__Task objective__
What do the lines say, reproduced word for word, from the first of the entries below through the line bearing "All strains are"?

Provided data Block Start

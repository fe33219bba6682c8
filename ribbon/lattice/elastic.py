"""Elastic energy of a ring in space: half a sum of squares of strains, with its gradient.

All strains are functions of the bond vectors v, so that no site is a special case:

- stretch: |v| / d - 1, d the flat length;
- angle: cosine between two bonds at a site minus its flat value;
- bending: sum of c_j v_j / d over the bonds of a site, for every set of weights c that makes the
  sum vanish on the flat strip (three bonds of a honeycomb, two in line of a square lattice);
- torsion: triple product of three bonds in a row, over their flat lengths; zero where they lie in
  one plane.

Each has its own stiffness in eV, so that a shape does not depend on the scale of lengths.
"""

from __future__ import annotations

from dataclasses import dataclass, fields
from functools import cached_property

import numpy as np
from scipy.sparse import coo_array, csr_array, kron

from ribbon.errors import BadInput
from ribbon.lattice.network import Bonds
from ribbon.lattice.ring import Ring
from ribbon.lattice.strip import FloatArray, IntArray

__all__ = ["Elastic", "Stiffness"]


@dataclass(frozen=True, kw_only=True)
class Stiffness:
    """Stiffness of each kind of strain, eV; the shape depends on their ratios alone.

    The defaults are of the size of graphene's: bond spring 4070 eV/nm^2 and angle 4.9 eV/rad^2
    (6.5 and 0.78 mdyn), bending rigidity 1.4 eV (``bending`` = 4 sqrt(3) of it on a honeycomb),
    Gaussian rigidity -1.5 eV (``torsion`` = 0.385 of its size). All recalled from memory and
    good to a few tens of a percent.
    """

    stretch: float = 82.0
    angle: float = 6.5
    bending: float = 9.7
    torsion: float = 0.58

    def __post_init__(self) -> None:
        """Check that nothing is negative and that bonds resist."""
        for field in fields(self):
            value = getattr(self, field.name)
            if not (np.isfinite(value) and value >= 0 and (value > 0 or field.name != "stretch")):
                raise BadInput(
                    f"stiffness.{field.name} = {value} must be a finite number of eV, zero or "
                    "positive (that of stretch positive)"
                )


Participants = list[tuple[IntArray, FloatArray]]
"""Numbers of bonds (k,), and the slope of each strain by that bond's vector, (k, 3)."""


@dataclass(frozen=True, eq=False)
class Elastic:
    """Elastic energy of a ring as a function of the places of its sites, (n, 3) in nm.

    >>> from ribbon.lattice import close_strip, lay_strip
    >>> from ribbon.lattice.space import place_in_space
    >>> ring = close_strip(lay_strip("square", rows=2, length=12), half_twists=1, orbital="pz")
    >>> energies = Elastic(ring, Stiffness()).energies(place_in_space(ring).positions)
    >>> sorted(energies), min(energies.values()) > 0
    (['angle', 'bending', 'stretch', 'torsion'], True)
    """

    ring: Ring
    stiffness: Stiffness

    @cached_property
    def bonds(self) -> Bonds:
        """First-neighbour bonds."""
        return self.ring.bonds.select(self.ring.bonds.shell == 1)

    @cached_property
    def lengths(self) -> FloatArray:
        """Flat lengths of the bonds, nm."""
        return np.asarray(np.linalg.norm(self.bonds.displacement, axis=1))

    @cached_property
    def incidence(self) -> csr_array:
        """From places of sites to bond vectors, shape (m, n)."""
        m = self.bonds.m
        column = np.concatenate([self.bonds.head, self.bonds.tail])
        value = np.repeat([1.0, -1.0], m)
        return coo_array((value, (np.tile(np.arange(m), 2), column)), (m, self.ring.n)).tocsr()

    def energies(self, positions: FloatArray) -> dict[str, float]:
        """Energy by kind of strain, eV."""
        vectors = self.incidence @ positions
        strains = {name: part[0] for name, part in self._curved(vectors).items()}
        strains["bending"] = self._balance @ vectors
        return {name: float(np.vdot(part, part)) / 2 for name, part in strains.items()}

    def energy_and_gradient(self, positions: FloatArray) -> tuple[float, FloatArray]:
        """Total energy (eV) and its gradient by the places (eV/nm, shape (n, 3))."""
        vectors = self.incidence @ positions
        bent = self._balance @ vectors
        total, slope = float(np.vdot(bent, bent)), self._balance.T @ bent
        pulls = []
        for strain, participants in self._curved(vectors).values():
            total += float(np.vdot(strain, strain))
            pulls += [strain[:, None] * part for _, part in participants]
        slope += self._scatter @ np.concatenate(pulls)
        return total / 2, np.asarray(self.incidence.T @ slope)

    def stiffness_matrix(self, positions: FloatArray) -> csr_array:
        """Products of the slopes of all strains, shape (3n, 3n); row 3i + k is site i, component k.

        The matrix of second derivatives but for the strains' own curvature, so never negative.
        """
        vectors = self.incidence @ positions
        size = (3 * self.bonds.m,) * 2
        eye = np.eye(3)
        total = csr_array(kron(self._balance.T @ self._balance, eye))
        for strain, participants in self._curved(vectors).values():
            column = np.stack([3 * number[:, None] + np.arange(3) for number, _ in participants])
            value = np.stack([part for _, part in participants])
            row = np.broadcast_to(np.arange(strain.size)[None, :, None], column.shape)
            place = (row.ravel(), column.ravel())
            slopes = coo_array((value.ravel(), place), (strain.size, size[0])).tocsr()
            total = total + slopes.T @ slopes
        spread = csr_array(kron(self.incidence, eye))
        return csr_array(spread.T @ total @ spread)

    def _curved(self, vectors: FloatArray) -> dict[str, tuple[FloatArray, Participants]]:
        """Strains that are not linear, times the root of their stiffness, with their slopes."""
        return {
            "stretch": self._stretch(vectors),
            "angle": self._angle(vectors),
            "torsion": self._torsion(vectors),
        }

    def _stretch(self, vectors: FloatArray) -> tuple[FloatArray, Participants]:
        root = np.sqrt(self.stiffness.stretch)
        long = np.linalg.norm(vectors, axis=1)
        slope = root * vectors / (long * self.lengths)[:, None]
        return root * (long / self.lengths - 1), [(np.arange(long.size), slope)]

    def _angle(self, vectors: FloatArray) -> tuple[FloatArray, Participants]:
        one, other, sign, flat = self._pairs
        root = np.sqrt(self.stiffness.angle)
        long = np.linalg.norm(vectors, axis=1)
        unit = vectors / long[:, None]
        cosine = sign * _dot(unit[one], unit[other])
        slope = sign[:, None] * unit[other] - cosine[:, None] * unit[one]
        back = sign[:, None] * unit[one] - cosine[:, None] * unit[other]
        return root * (cosine - flat), [
            (one, root * slope / long[one][:, None]),
            (other, root * back / long[other][:, None]),
        ]

    def _torsion(self, vectors: FloatArray) -> tuple[FloatArray, Participants]:
        before, middle, after = self._rows
        scale = self.lengths[before] * self.lengths[middle] * self.lengths[after]
        scale = np.sqrt(self.stiffness.torsion) / scale
        a, b, c = vectors[before], vectors[middle], vectors[after]
        by_a = np.cross(b, c) * scale[:, None]
        return _dot(a, by_a), [
            (before, by_a),
            (middle, np.cross(c, a) * scale[:, None]),
            (after, np.cross(a, b) * scale[:, None]),
        ]

    @cached_property
    def _scatter(self) -> csr_array:
        """Adds the pulls of all curved strains to their bonds."""
        one, other, *_ = self._pairs
        number = np.concatenate([np.arange(self.bonds.m), one, other, *self._rows])
        place = (number, np.arange(number.size))
        return coo_array((np.ones(number.size), place), (self.bonds.m, number.size)).tocsr()

    @cached_property
    def _darts(self) -> _Darts:
        return _darts(self.ring.n, self.bonds)

    @cached_property
    def _pairs(self) -> tuple[IntArray, IntArray, FloatArray, FloatArray]:
        """Two bonds at a site: their numbers, sign of the product of darts, flat cosine."""
        darts = self._darts
        # each dart with those that follow it at the same site
        later = np.repeat(darts.start + darts.count, darts.count) - np.arange(darts.bond.size) - 1
        first = np.repeat(np.arange(darts.bond.size), later)
        second = first + 1 + _counted(later)
        flat = darts.flat / np.linalg.norm(darts.flat, axis=1)[:, None]
        sign = darts.sign[first] * darts.sign[second]
        return darts.bond[first], darts.bond[second], sign, _dot(flat[first], flat[second])

    @cached_property
    def _rows(self) -> tuple[IntArray, IntArray, IntArray]:
        """Three bonds in a row, numbers of each."""
        darts, bonds = self._darts, self.bonds
        at_head = darts.count[bonds.head]
        every = darts.count[bonds.tail] * at_head
        middle = np.repeat(np.arange(bonds.m), every)
        place, width = _counted(every), at_head[middle]
        before = darts.bond[darts.start[bonds.tail[middle]] + place // width]
        after = darts.bond[darts.start[bonds.head[middle]] + place % width]
        true = (before != middle) & (after != middle) & (before != after)
        return before[true], middle[true], after[true]

    @cached_property
    def _balance(self) -> csr_array:
        """From bond vectors to bending strains times the root of their stiffness."""
        darts = self._darts
        row, dart, weight, done = [], [], [], 0
        for degree in np.unique(darts.count[darts.count > 1]):
            sites = np.flatnonzero(darts.count == degree)
            place = darts.start[sites][:, None] + np.arange(degree)
            _, size, turned = np.linalg.svd(np.swapaxes(darts.flat[place], 1, 2))
            size = np.pad(size, ((0, 0), (0, degree - size.shape[1])))
            site, kind = np.nonzero(size <= 1e-6 * size[:, :1])
            number = done + np.arange(site.size)
            row.append(np.repeat(number, degree))
            dart.append(place[site].ravel())
            weight.append(turned[site, kind].ravel())
            done += site.size
        chosen = np.concatenate([np.zeros(0, dtype=np.int64), *dart])
        value = np.concatenate([np.zeros(0), *weight]) * darts.sign[chosen]
        value *= np.sqrt(self.stiffness.bending) / self.ring.strip.spacing
        where = (np.concatenate([np.zeros(0, dtype=np.int64), *row]), darts.bond[chosen])
        return coo_array((value, where), (done, self.bonds.m)).tocsr()


@dataclass(frozen=True, kw_only=True, eq=False)
class _Darts:
    """Both ways along every bond, sorted by the site they leave.

    ``flat`` (2m, 2) is the step on the flat strip in the frame of that site; darts of site i are
    ``start[i]`` to ``start[i] + count[i]``.
    """

    bond: IntArray
    sign: FloatArray
    flat: FloatArray
    start: IntArray
    count: IntArray


def _darts(n: int, bonds: Bonds) -> _Darts:
    site = np.concatenate([bonds.tail, bonds.head])
    back = -bonds.displacement
    back[bonds.mirrored, 1] *= -1
    order = np.argsort(site, kind="stable")
    count = np.bincount(site, minlength=n)
    return _Darts(
        bond=np.tile(np.arange(bonds.m), 2)[order],
        sign=np.repeat([1.0, -1.0], bonds.m)[order],
        flat=np.concatenate([bonds.displacement, back])[order],
        start=np.cumsum(count) - count,
        count=count,
    )


def _counted(counts: IntArray) -> IntArray:
    """0, 1, ... counts[0] - 1, 0, 1, ... counts[1] - 1, and so on."""
    return np.asarray(np.arange(counts.sum()) - np.repeat(np.cumsum(counts) - counts, counts))


def _dot(one: FloatArray, other: FloatArray) -> FloatArray:
    return np.asarray(np.einsum("ij,ij->i", one, other))
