"""The edges of a network as they are walked: sites in order, unrolled along their full length."""

from __future__ import annotations

from dataclasses import dataclass

import numpy as np
from scipy.spatial import cKDTree

from ribbon.errors import BadInput
from ribbon.lattice.network import Network
from ribbon.lattice.ring import Ring
from ribbon.lattice.strip import FloatArray, IntArray, frozen
from ribbon.lattice.topology import coordination_numbers, elementary_faces, laid_out, walk_bonds

__all__ = ["EdgeLoop", "distance_to_edges", "walk_edges"]


@dataclass(frozen=True, kw_only=True, eq=False)
class EdgeLoop:
    """One closed edge, its sites in the order they are met; arrays have the shape (k,).

    Parameters
    ----------
    sites
        Site numbers; a site met twice (a dangling end, a narrow neck) stands twice.
    along
        Place along the ring unrolled, nm: it grows on by L with every time round.
    crossings
        How often the seam was crossed forward since the start of the walk.
    winding
        Times round the ring: 2 for the one edge of a one-sided ribbon, 1 for each edge of a
        two-sided one, 0 for a hole or a detached piece.
    length
        ``winding`` times the circumference, nm.
    perimeter
        Length along the bonds, nm.
    """

    sites: IntArray
    along: FloatArray
    crossings: IntArray
    winding: int
    length: float
    perimeter: float

    def __post_init__(self) -> None:
        """Make every array read-only."""
        for array in (self.sites, self.along, self.crossings):
            frozen(array)

    @property
    def is_edge(self) -> bool:
        """True where the loop runs round the ring; false for holes."""
        return self.winding > 0


def walk_edges(network: Network) -> tuple[EdgeLoop, ...]:
    """The closed edges of a network, those that run round the ring first, then the longest.

    Walked on the first-neighbour bonds as in `ribbon.lattice.certify_topology`. Raises
    `BadInput` for a network whose bonds lie in no plane.

    >>> from ribbon.lattice import close_strip, lay_strip
    >>> ring = close_strip(lay_strip("square", rows=3, length=8), half_twists=1, orbital="s")
    >>> [(loop.winding, loop.sites.size) for loop in walk_edges(ring)]
    [(2, 16)]
    """
    first = network.bonds.select(network.bonds.shell == 1)
    if network.positions.shape[1] != 2 or not laid_out(first):
        raise BadInput("edges are walked on bonds in a plane; this network has no such places")
    walks = walk_bonds(network.n, first)
    m = first.m
    state = np.arange(4 * m)
    dart, frame = state % (2 * m), state // (2 * m)
    forward = 1 - 2 * (dart % 2)
    step = forward * first.displacement[dart // 2, 0]
    advance = np.zeros(walks.sizes.size)
    np.add.at(advance, walks.label, step)
    # the same walk the other way round, seen from the other side of the sheet
    arrives = frame ^ first.mirrored[dart // 2]
    twin = np.empty(walks.sizes.size, dtype=np.int64)
    twin[walks.label] = walks.label[(dart ^ 1) + 2 * m * (1 - arrives)]
    small = 1e-6 * np.abs(step).max(initial=1.0)
    number = np.arange(twin.size)
    ahead = (advance > small) | ((np.abs(advance) <= small) & (number < twin))
    wanted = ~elementary_faces(network, walks) & ahead
    site = np.column_stack([first.tail, first.head]).ravel()[dart]
    chosen = np.flatnonzero(wanted[walks.label]) if m else state
    chosen = chosen[_in_order(walks.following, walks.label[chosen], chosen, site)]
    cuts = np.flatnonzero(np.diff(walks.label[chosen])) + 1
    crossed = forward * first.winding[dart // 2]
    long = np.hypot(*first.displacement[dart // 2].T)
    loops = [
        _loop(network, site[part], step[part], crossed[part], float(long[part].sum()))
        for part in (np.split(chosen, cuts) if chosen.size else [])
    ]
    alone = np.flatnonzero(coordination_numbers(network.n, first) == 0)
    nothing = np.zeros(1)
    loops += [
        _loop(network, np.array([lone]), nothing, nothing.astype(np.int64), 0.0) for lone in alone
    ]
    return tuple(sorted(loops, key=lambda loop: (-loop.winding, -loop.perimeter)))


def _in_order(following: IntArray, label: IntArray, chosen: IntArray, site: IntArray) -> IntArray:
    """Order the chosen states walk by walk, each from its lowest site on (pointer doubling)."""
    if not chosen.size:
        return chosen
    place = np.full(following.size, -1)
    place[chosen] = np.arange(chosen.size)
    onward = place[following[chosen]]
    by_site = np.lexsort((site[chosen], label))
    heads = by_site[np.concatenate([[True], np.diff(label[by_site]) > 0])]
    is_head = np.zeros(chosen.size, dtype=bool)
    is_head[heads] = True
    here = np.arange(chosen.size)
    last = is_head[onward]
    pointer = np.where(last, here, onward)
    left = np.where(last, 0, 1)
    while np.any(pointer[pointer] != pointer):
        left = left + left[pointer]
        pointer = pointer[pointer]
    return np.asarray(np.lexsort((-left, label)))


def _loop(
    network: Network, sites: IntArray, step: FloatArray, crossed: IntArray, perimeter: float
) -> EdgeLoop:
    """A loop from the sites it meets, and the steps and crossings that lead on from each."""
    gone = np.concatenate([[0.0], np.cumsum(step)])
    passed = np.concatenate([[0], np.cumsum(crossed)])
    winding, length = 0, 0.0
    if isinstance(network, Ring):
        winding = round(float(gone[-1]) / network.circumference)
        length = winding * network.circumference
    return EdgeLoop(
        sites=sites.copy(),
        along=network.positions[sites[0], 0] + gone[:-1],
        crossings=passed[:-1],
        winding=winding,
        length=length,
        perimeter=perimeter,
    )


def distance_to_edges(network: Network, loops: tuple[EdgeLoop, ...]) -> FloatArray:
    """Distance of every site to the nearest site of any of the loops, nm, shape (n,).

    Across the seam too; infinite where there are no loops.
    """
    if not loops:
        return np.full(network.n, np.inf)
    rim = network.positions[np.unique(np.concatenate([loop.sites for loop in loops]))]
    if isinstance(network, Ring):
        beyond, before = rim.copy(), rim.copy()
        beyond[:, 0] += network.circumference
        before[:, 0] -= network.circumference
        if network.flips:
            beyond[:, 1] *= -1
            before[:, 1] *= -1
        rim = np.concatenate([rim, beyond, before])
    distance, _ = cKDTree(rim).query(network.positions)
    return np.asarray(distance, dtype=np.float64)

Provided data Block End

__Answer section__
repository fe33219bba6682c8
filename ribbon/lattice/elastic.py
"""Elastic energy of a ring in space: half a sum of squares of strains, with its gradient.

All strains are functions of the bond vectors v, so that no site is a special case:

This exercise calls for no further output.